Plusieurs organisations –  en tête desquelles le Comité vérité et justice pour Adama, porté par Assa Traoré, la sœur d’Adama Traoré, mort après son interpellation par des gendarmes à Beaumont-sur-Oise en 2016, affaire très médiatique et dont le traitement judiciaire est toujours en cours – font le parallèle entre ces deux décès. Mettant les polices américaine et française sur un pied d’égalité dans le racisme et les violences illégitimes. La police française est accusée de les ériger en système, elle aussi. La France serait même, selon certains, pire que les États-Unis. Je ne doute pas que des milliers de jeunes qui ont alors manifesté dans les rues étaient pleins de sincérité. Ce qu’ils ignorent, c’est que le mouvement en France est, une fois de plus, porté par plusieurs organisations dont la détestation de la police ne fait aucun doute. Le combat – légitime – est de ce fait même teinté d’une autre cause profondément anti-flics. Sur les réseaux sociaux, des collègues issus de l’immigration essuient des propos violents et racistes, comme Linda Kebbab, policière et porte-parole du syndicat Unité SGP-FO, traitée notamment, pour la plus douce des insultes, d’« Arabe de service », sur Twitter. Et je passe sur le sexisme et la misogynie des commentaires qu’elle reçoit par ailleurs sur son fil. Le 2 juin, lors de la manifestation qui se tient devant le palais de justice à Paris, un policier noir est traité de « vendu » par des manifestants et a, depuis, porté plainte. Le samedi 6 juin, la scène se reproduit lors d’un défilé « antiraciste » et vise cette fois-ci un gendarme mobile : « Vendu, sale vendu ».
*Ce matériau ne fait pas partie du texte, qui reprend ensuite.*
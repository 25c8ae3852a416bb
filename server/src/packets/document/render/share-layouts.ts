interface FontWithLayouts {
  layoutCache?: { [word: string]: unknown }
}

/** A worker that lives for months must not keep every word it ever set. */
const MOST_WORDS = 20_000

const kept = new Map<string, NonNullable<FontWithLayouts['layoutCache']>>()

/**
 * Lets documents of one thread share how words were set in a face. Each document opens its font files anew and
 * forgets its words with them, which takes nearly half of the time of a packet. The library has no name for this, so
 * where its inner field is missing nothing is shared and nothing is lost but time.
 */
export function shareLayouts(doc: PDFKit.PDFDocument, face: string): void {
  doc.font(face)
  const font = (doc as unknown as { _font?: FontWithLayouts })._font
  if (!font?.layoutCache) return
  const words = kept.get(face)
  if (words && Object.keys(words).length < MOST_WORDS) font.layoutCache = words
  else kept.set(face, font.layoutCache)
}
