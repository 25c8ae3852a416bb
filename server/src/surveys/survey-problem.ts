import { EngineeringInputError, Problem, type SurveyInput } from 'shared'

/** The formulas call the points of a ground line by their own name; the form knows them by the body's. */
const bodyField: Record<SurveyInput['kind'], string> = { 'level-notes': 'rows', 'ground-line': 'points' }

/** What a formula refused, beside the field of the form that it came from. Anything else is passed on. */
export function surveyProblem(error: unknown, kind: SurveyInput['kind']): unknown {
  if (!(error instanceof EngineeringInputError)) return error
  const field = error.field.replace(/^groundLine/, bodyField[kind])
  const pointer = `/${field.replace(/\[(\d+)\]/g, '.$1').replaceAll('.', '/')}`
  return new Problem('invalid-fields', {
    detail: error.message,
    fields: [{ pointer, message: error.message }],
  })
}
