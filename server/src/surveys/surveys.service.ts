import { Injectable } from '@nestjs/common'
import { Problem, type SurveyInput, type SurveyView } from 'shared'
import { DesignsService } from '../designs/designs.service.js'
import { JobAccessService, type Asking } from '../jobs/job-access.service.js'
import { JobsService } from '../jobs/jobs.service.js'
import type { Tx } from '../platform/database/tx.js'
import { EventLog } from '../platform/events/event-log.service.js'
import { reduceSurvey, type ReducedSurvey } from './reduce-survey.js'
import { surveyProblem } from './survey-problem.js'
import { surveyView } from './survey-view.js'
import { Survey } from './survey.entity.js'

export interface SaveSurvey {
  jobId: string
  /** Which version was seen; 0 before the first. */
  version: number
  survey: SurveyInput
}

/** The measured ground of a job. */
@Injectable()
export class SurveysService {
  constructor(
    private readonly access: JobAccessService,
    private readonly jobs: JobsService,
    private readonly designs: DesignsService,
    private readonly events: EventLog,
  ) {}

  async read(tx: Tx, asking: Asking, jobId: string): Promise<SurveyView> {
    await this.access.find(tx, asking, 'design:read', jobId, 'to-read')
    const survey = await this.load(tx, jobId)
    if (survey === null) throw new Problem('not-found', { detail: 'This job has no survey yet.' })
    return surveyView(survey)
  }

  /** Keeps the notes with what they reduce to, and works every design of the job out on the new ground. */
  async save(tx: Tx, asking: Asking, { jobId, version, survey }: SaveSurvey): Promise<SurveyView> {
    const job = await this.jobs.holdEditable(tx, asking, 'survey:write', jobId)
    const before = await this.load(tx, jobId)
    if ((before?.version ?? 0) !== version) throw staleSurvey(before)
    const saved = tx.manager.create(Survey, {
      districtId: tx.districtId,
      jobId,
      survey,
      ...reducedOrRefused(survey),
      version: version + 1,
      updatedBy: asking.actor.personId,
      updatedAt: tx.at,
    })
    await tx.manager.save(Survey, saved)
    await this.events.append(tx, { streamId: jobId, kind: 'survey-saved', facts: { version: saved.version } })
    await this.designs.recalculate(tx, job)
    return surveyView(saved)
  }

  /** Of a survey that was frozen with a revision. */
  reduce(survey: SurveyInput): ReducedSurvey {
    return reduceSurvey(survey)
  }

  private load(tx: Tx, jobId: string): Promise<Survey | null> {
    return tx.manager.findOneBy(Survey, { districtId: tx.districtId, jobId })
  }
}

function reducedOrRefused(survey: SurveyInput) {
  try {
    return reduceSurvey(survey)
  } catch (error) {
    throw surveyProblem(error, survey.kind)
  }
}

function staleSurvey(before: Survey | null): Problem {
  if (before === null)
    return new Problem('stale-version', { detail: 'This job has no survey yet.', current: null })
  const detail = `Somebody saved version ${before.version} of the survey in between.`
  return new Problem('stale-version', { detail, current: surveyView(before) })
}
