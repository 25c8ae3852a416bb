import { EngineeringInputError } from '../engineering-input-error.js'
import { requireNumber } from '../require-number.js'

export interface RampWidthRule {
  baseFt: number
  perHeadFt: number
  rounding: 'none' | 'up-to-foot'
  minimumFt: number
  maximumFt: number
}

export interface RampWidthInput {
  headCount: number
  rule?: RampWidthRule
}

export interface RampWidth {
  widthFt: number
  /** What the rule asks for before its limits; beyond `maximumFt` the herd wants a second access. */
  ruleFt: number
  limitedBy?: 'minimum' | 'maximum'
}

/** 10 ft + 1 ft per 10 head, built 10 to 80 ft wide. */
export const DEFAULT_RAMP_WIDTH_RULE: RampWidthRule = {
  baseFt: 10,
  perHeadFt: 0.1,
  rounding: 'none',
  minimumFt: 10,
  maximumFt: 80,
}

const ROUNDING: Readonly<Record<RampWidthRule['rounding'], (feet: number) => number>> = {
  none: (feet) => feet,
  // 10 + 0.1 · 70 is a hair over 17 in floats and must stay 17.
  'up-to-foot': (feet) => Math.ceil(feet - 1e-9),
}

/**
 * Width of the ramp for the herd, with the figure before the limits beside it.
 * See rampWidthFt for formula, fields and source.
 */
export function rampWidth({ headCount, rule = DEFAULT_RAMP_WIDTH_RULE }: RampWidthInput): RampWidth {
  const head = requireNumber({ field: 'headCount', value: headCount, min: 1, integer: true })
  const baseFt = requireNumber({ field: 'rule.baseFt', value: rule.baseFt, min: 0 })
  const perHeadFt = requireNumber({ field: 'rule.perHeadFt', value: rule.perHeadFt, min: 0 })
  const minimumFt = requireNumber({ field: 'rule.minimumFt', value: rule.minimumFt, exclusiveMin: 0 })
  const maximumFt = requireNumber({ field: 'rule.maximumFt', value: rule.maximumFt, min: minimumFt })
  const round = ROUNDING[rule.rounding]
  if (round === undefined) {
    throw new EngineeringInputError({
      field: 'rule.rounding',
      message: `rule.rounding is "${rule.rounding}"; it must be none or up-to-foot.`,
    })
  }
  const ruleFt = round(baseFt + perHeadFt * head)
  if (ruleFt > maximumFt) return { widthFt: maximumFt, ruleFt, limitedBy: 'maximum' }
  if (ruleFt < minimumFt) return { widthFt: minimumFt, ruleFt, limitedBy: 'minimum' }
  return { widthFt: ruleFt, ruleFt }
}
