import { Entity } from 'typeorm'
import type { SurveyInput, SurveyReduction, SurveyView } from 'shared'
import {
  DistrictIdColumn,
  IdColumn,
  InstantColumn,
  JsonColumn,
  ReferenceColumn,
  VersionColumn,
} from '../platform/database/columns.js'
import { RefersTo } from '../platform/database/references.js'

/** The level notes or ground line of a job, with what they reduce to. */
@Entity('surveys')
@RefersTo('jobs', 'jobId')
export class Survey {
  @DistrictIdColumn() districtId: string

  @IdColumn() jobId: string

  @JsonColumn() survey: SurveyInput

  @JsonColumn() groundLine: SurveyView['groundLine']

  @JsonColumn({ nullable: true }) reduction: SurveyReduction | null

  @VersionColumn() version: number

  @ReferenceColumn() updatedBy: string

  @InstantColumn() updatedAt: Date
}
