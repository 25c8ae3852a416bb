import { Piscina } from 'piscina'
import type { PacketDocument } from '../packet-document.js'

/** Renders packets beside the server's own thread, so that nobody waits for a drawing of somebody else. */
export class PacketRenderer {
  private readonly pool: Piscina<PacketDocument, Uint8Array>

  constructor({ threads = 2 }: { threads?: 1 | 2 } = {}) {
    const filename = new URL('./render-worker.js', import.meta.url).href
    this.pool = new Piscina({ filename, minThreads: 0, maxThreads: threads, idleTimeout: 30_000 })
  }

  render(packet: PacketDocument): Promise<Uint8Array> {
    return this.pool.run(packet)
  }

  close(): Promise<void> {
    return this.pool.destroy()
  }
}
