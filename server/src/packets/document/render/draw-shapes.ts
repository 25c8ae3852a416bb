import { textWidthMm, type Point, type Shape, type Stroke, type TextShape } from 'shared'
import { fonts } from './fonts.js'
import { inks, POINTS_PER_MM } from '../theme.js'

type Doc = PDFKit.PDFDocument

const pt = (mm: number) => mm * POINTS_PER_MM
const shareBefore = { left: 0, center: 0.5, right: 1 } as const

/** Puts shapes on the current page one by one, in millimetres from its top left. */
export function drawShapes(doc: Doc, shapes: readonly Shape[]): void {
  shapes.forEach((shape) => drawShape(doc, shape))
}

function drawShape(doc: Doc, shape: Shape): void {
  if (shape.kind === 'text') return drawText(doc, shape)
  if (shape.stroke) setPen(doc, shape.stroke)
  if (shape.kind === 'polyline') {
    if (shape.lines.length === 0) return
    shape.lines.forEach((line) => trace(doc, line))
    doc.stroke()
    return
  }
  if (shape.rings.length === 0) return
  shape.rings.forEach((ring) => trace(doc, ring).closePath())
  if (shape.fill && shape.stroke) doc.fillAndStroke(inks[shape.fill], inks[shape.stroke.tone])
  else if (shape.fill) doc.fill(inks[shape.fill])
  else doc.stroke()
}

function setPen(doc: Doc, { tone, widthMm, dashMm }: Stroke): void {
  doc.lineWidth(pt(widthMm)).strokeColor(inks[tone])
  // The types know one length only; the library itself takes the whole pattern.
  if (dashMm) doc.dash(dashMm.map(pt) as unknown as number, {})
  else doc.undash()
}

function trace(doc: Doc, points: readonly Point[]): Doc {
  points.forEach(({ x, y }, index) => (index === 0 ? doc.moveTo(pt(x), pt(y)) : doc.lineTo(pt(x), pt(y))))
  return doc
}

function drawText(doc: Doc, shape: TextShape): void {
  const { at, text, sizeMm, weight, align, tone, angleDeg } = shape
  const x = pt(at.x)
  const y = pt(at.y)
  doc.save()
  if (angleDeg) doc.rotate(-angleDeg, { origin: [x, y] })
  doc.font(fonts[weight]).fontSize(pt(sizeMm)).fillColor(inks[tone])
  const left = x - shareBefore[align] * pt(textWidthMm({ text, sizeMm, weight }))
  doc.text(text, left, y, { lineBreak: false, baseline: 'alphabetic' })
  doc.restore()
}
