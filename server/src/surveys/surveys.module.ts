import { Module } from '@nestjs/common'
import { DesignsModule } from '../designs/designs.module.js'
import { JobsModule } from '../jobs/jobs.module.js'
import { SurveysService } from './surveys.service.js'

@Module({
  imports: [DesignsModule, JobsModule],
  providers: [SurveysService],
  exports: [SurveysService],
})
export class SurveysModule {}
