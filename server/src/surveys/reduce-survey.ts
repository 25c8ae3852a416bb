import {
  groundLineFromNotes,
  reduceLevelNotes,
  resolveGroundLine,
  type SurveyInput,
  type SurveyView,
} from 'shared'

export type ReducedSurvey = Pick<SurveyView, 'groundLine' | 'reduction'>

/** The ground line of a survey, whichever way it was measured. Throws the sentence of the first impossible figure. */
export function reduceSurvey(survey: SurveyInput): ReducedSurvey {
  if (survey.kind === 'ground-line') {
    const { points, waterSurfaceFt } = survey
    return { groundLine: resolveGroundLine({ groundLine: points, waterSurfaceFt }), reduction: null }
  }
  const reduction = reduceLevelNotes(survey)
  return { groundLine: groundLineFromNotes({ points: reduction.points }), reduction }
}
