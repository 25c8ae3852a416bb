import { requireNumber } from '../require-number.js'
import { drinkingAtOnce } from './drinking-at-once.js'

export interface DrinkingFrontageInput {
  headCount: number
  shareAtOnce: number
  /** Water's edge for one drinking animal, ft. */
  ftPerHead?: number
  widthFt: number
}

export interface DrinkingFrontage {
  drinkingAtOnce: number
  neededFt: number
  haveFt: number
  isEnough: boolean
}

/** ANR-12: 2 ft of edge for every drinking head. */
const DEFAULT_FT_PER_HEAD = 2

/**
 * Water's edge that the drinking animals need against the width of the ramp: needed = head at once · ftPerHead.
 *
 * @param input.headCount whole number ≥ 1; input.shareAtOnce > 0 and ≤ 1; input.ftPerHead ft > 0, 2 unless given;
 *   input.widthFt ramp width, ft > 0.
 * @returns head at once, needed and present ft, and whether they are enough.
 * @throws EngineeringInputError naming the field.
 * @see Ohio State University Extension, fact sheet ANR-12, 11 February 2003.
 * @example drinkingFrontage({ headCount: 75, shareAtOnce: 0.1, widthFt: 18 }).neededFt // 16
 */
export function drinkingFrontage(input: DrinkingFrontageInput): DrinkingFrontage {
  const { ftPerHead = DEFAULT_FT_PER_HEAD } = input
  const perHeadFt = requireNumber({ field: 'ftPerHead', value: ftPerHead, exclusiveMin: 0 })
  const haveFt = requireNumber({ field: 'widthFt', value: input.widthFt, exclusiveMin: 0 })
  const head = drinkingAtOnce(input)
  const neededFt = head * perHeadFt
  return { drinkingAtOnce: head, neededFt, haveFt, isEnough: neededFt <= haveFt + 1e-9 }
}
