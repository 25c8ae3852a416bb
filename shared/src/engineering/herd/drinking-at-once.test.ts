import { describe, expect, it } from 'vitest'
import { drinkingAtOnce } from './drinking-at-once.js'
import { drinkingFrontage } from './drinking-frontage.js'

describe('drinkingAtOnce', () => {
  it.each([
    [75, 0.1, 8],
    [70, 0.1, 7],
    [100, 0.03, 3],
    [1, 0.01, 1],
  ])('of %d head with a share of %d counts %d whole animals', (headCount, shareAtOnce, head) => {
    expect(drinkingAtOnce({ headCount, shareAtOnce })).toBe(head)
  })

  it.each([0, -0.1, 1.01, NaN])('refuses a share of %d', (shareAtOnce) => {
    expect(() => drinkingAtOnce({ headCount: 10, shareAtOnce })).toThrow(
      expect.objectContaining({ field: 'shareAtOnce' }),
    )
  })
})

describe('drinkingFrontage', () => {
  it('asks for 2 ft of edge for every drinking head (Ohio State University Extension, ANR-12)', () => {
    expect(drinkingFrontage({ headCount: 75, shareAtOnce: 0.1, widthFt: 18 })).toEqual({
      drinkingAtOnce: 8,
      neededFt: 16,
      haveFt: 18,
      isEnough: true,
    })
  })

  it('is enough at exactly the needed width and not a foot below', () => {
    const at = (widthFt: number) => drinkingFrontage({ headCount: 75, shareAtOnce: 0.1, widthFt }).isEnough
    expect([at(16), at(15.9)]).toEqual([true, false])
  })

  it.each([
    [{ widthFt: 0 }, 'widthFt'],
    [{ widthFt: 18, ftPerHead: 0 }, 'ftPerHead'],
    [{ widthFt: 18, headCount: 0 }, 'headCount'],
  ])('refuses %o', (change, field) => {
    const input = { headCount: 10, shareAtOnce: 0.1, ...change }
    expect(() => drinkingFrontage(input)).toThrow(expect.objectContaining({ field }))
  })
})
«  La police nationale n’est pas parfaite, et les bonnes âmes sont bienvenues pour l’améliorer. Mais nous ne laisserons pas nos frères d’armes être traités de racistes, et nous de victimes consentantes. Nous refusons l’affirmation que “La police est raciste” », s’insurgent une soixantaine de collègues issus de la diversité, dans une tribune collective publiée dans Marianne le 11 juin 2020 (Tribune «  Nous, policiers issus de la diversité, ne sommes pas des “vendus”, des “Nègres de maison” ou des “Arabes de service” »). Je souscris totalement à leurs propos.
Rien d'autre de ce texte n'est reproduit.